---------- Dataset entries

import { z } from 'zod';
import { text } from './text';

export const JOB_STATUSES = ['quoting', 'quoted', 'accepted', 'deposit-paid', 'cutting', 'done', 'declined', 'expired', 'archived'] as const;
export type JobStatus = (typeof JOB_STATUSES)[number];

export const JOB_STATUS_LABELS: Record<JobStatus, string> = {
  quoting: 'Quoting',
  quoted: 'Quoted',
  accepted: 'Accepted',
  'deposit-paid': 'Deposit paid',
  cutting: 'Cutting',
  done: 'Done',
  declined: 'Declined',
  expired: 'Expired',
  archived: 'Archived',
};

/** Each field of a job, checked the same on the server and in the forms. */
export const jobFields = {
  name: text().min(1, 'Give the job a name.').max(120, 'Keep the name under 120 characters.'),
  /**
   * Who the job is for: one of the shop's customers by id, or a name (the shop's customer of that name, or a new one;
   * a plain string is read as a name), or null / an empty name for none.
   */
  customer: z
    .union(
      [
        z.object({ id: z.uuid({ error: 'Pick one of the shop’s customers.' }) }),
        z.object({ name: text().max(120, 'Keep the customer’s name under 120 characters.') }),
        text().max(120, 'Keep the customer’s name under 120 characters.'),
        z.null(),
      ],
      { error: 'Pick a customer or type a new one’s name.' },
    )
    .transform((v): { id: string } | { name: string } | null => {
      const named = typeof v === 'string' ? { name: v } : v;
      return named && 'name' in named && !named.name ? null : named;
    }),
  status: z.enum(JOB_STATUSES, { error: `Status is one of ${JOB_STATUSES.join(', ')}.` }),
  dueDate: z.iso.date({ error: 'Use a date like 2027-01-31.' }).nullable(),
  notes: text({ multiline: true }).max(4000, 'Keep notes under 4,000 characters.'),
};

/** A new job starts as a quote, or as accepted when the work is already agreed; cutting and done follow its plans. */
export const jobInputSchema = z.object({
  name: jobFields.name,
  customer: jobFields.customer.default(null),
  status: z.enum(['quoting', 'accepted'], { error: 'A new job is quoting or accepted; cutting and done follow its plans.' }).default('quoting'),
  dueDate: jobFields.dueDate.default(null),
  notes: jobFields.notes.default(''),
});
export type JobInput = z.infer<typeof jobInputSchema>;

/**
 * A change to a job: only the fields sent change (no defaults here, so changing the status leaves the notes alone).
 * Which statuses a person may set by hand is decided with the job's plans (lib/jobs/status.ts).
 */
export const jobPatchSchema = z.strictObject({
  name: jobFields.name.optional(),
  customer: jobFields.customer.optional(),
  status: jobFields.status.optional(),
  dueDate: jobFields.dueDate.optional(),
  notes: jobFields.notes.optional(),
});
export type JobPatch = z.infer<typeof jobPatchSchema>;

export interface JobSummary {
  id: string;
  name: string;
  /** The customer's name ('' for none), and who it is. */
  customer: string;
  customerId: string | null;
  status: JobStatus;
  dueDate: string | null;
  notes: string;
  /** ISO time the job was marked accepted, or null. */
  acceptedAt: string | null;
  partCount: number;
  materials: string[];
  createdAt: string;
  updatedAt: string;
}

--------------------

Task instructions -> In full and word for word, reproduce the data above.

Task solution ->
import { z } from 'zod';
import { text } from './text';

export const JOB_STATUSES = ['quoting', 'quoted', 'accepted', 'deposit-paid', 'cutting', 'done', 'declined', 'expired', 'archived'] as const;
export type JobStatus = (typeof JOB_STATUSES)[number];

export const JOB_STATUS_LABELS: Record<JobStatus, string> = {
  quoting: 'Quoting',
  quoted: 'Quoted',
  accepted: 'Accepted',
  'deposit-paid': 'Deposit paid',
  cutting: 'Cutting',
  done: 'Done',
  declined: 'Declined',
  expired: 'Expired',
  archived: 'Archived',
};

/** Each field of a job, checked the same on the server and in the forms. */
export const jobFields = {
  name: text().min(1, 'Give the job a name.').max(120, 'Keep the name under 120 characters.'),
  /**
   * Who the job is for: one of the shop's customers by id, or a name (the shop's customer of that name, or a new one;
   * a plain string is read as a name), or null / an empty name for none.
   */
  customer: z
    .union(
      [
        z.object({ id: z.uuid({ error: 'Pick one of the shop’s customers.' }) }),
        z.object({ name: text().max(120, 'Keep the customer’s name under 120 characters.') }),
        text().max(120, 'Keep the customer’s name under 120 characters.'),
        z.null(),
      ],
      { error: 'Pick a customer or type a new one’s name.' },
    )
    .transform((v): { id: string } | { name: string } | null => {
      const named = typeof v === 'string' ? { name: v } : v;
      return named && 'name' in named && !named.name ? null : named;
    }),
  status: z.enum(JOB_STATUSES, { error: `Status is one of ${JOB_STATUSES.join(', ')}.` }),
  dueDate: z.iso.date({ error: 'Use a date like 2027-01-31.' }).nullable(),
  notes: text({ multiline: true }).max(4000, 'Keep notes under 4,000 characters.'),
};

/** A new job starts as a quote, or as accepted when the work is already agreed; cutting and done follow its plans. */
export const jobInputSchema = z.object({
  name: jobFields.name,
  customer: jobFields.customer.default(null),
  status: z.enum(['quoting', 'accepted'], { error: 'A new job is quoting or accepted; cutting and done follow its plans.' }).default('quoting'),
  dueDate: jobFields.dueDate.default(null),
  notes: jobFields.notes.default(''),
});
export type JobInput = z.infer<typeof jobInputSchema>;

/**
 * A change to a job: only the fields sent change (no defaults here, so changing the status leaves the notes alone).
 * Which statuses a person may set by hand is decided with the job's plans (lib/jobs/status.ts).
 */
export const jobPatchSchema = z.strictObject({
  name: jobFields.name.optional(),
  customer: jobFields.customer.optional(),
  status: jobFields.status.optional(),
  dueDate: jobFields.dueDate.optional(),
  notes: jobFields.notes.optional(),
});
export type JobPatch = z.infer<typeof jobPatchSchema>;

export interface JobSummary {
  id: string;
  name: string;
  /** The customer's name ('' for none), and who it is. */
  customer: string;
  customerId: string | null;
  status: JobStatus;
  dueDate: string | null;
  notes: string;
  /** ISO time the job was marked accepted, or null. */
  acceptedAt: string | null;
  partCount: number;
  materials: string[];
  createdAt: string;
  updatedAt: string;
}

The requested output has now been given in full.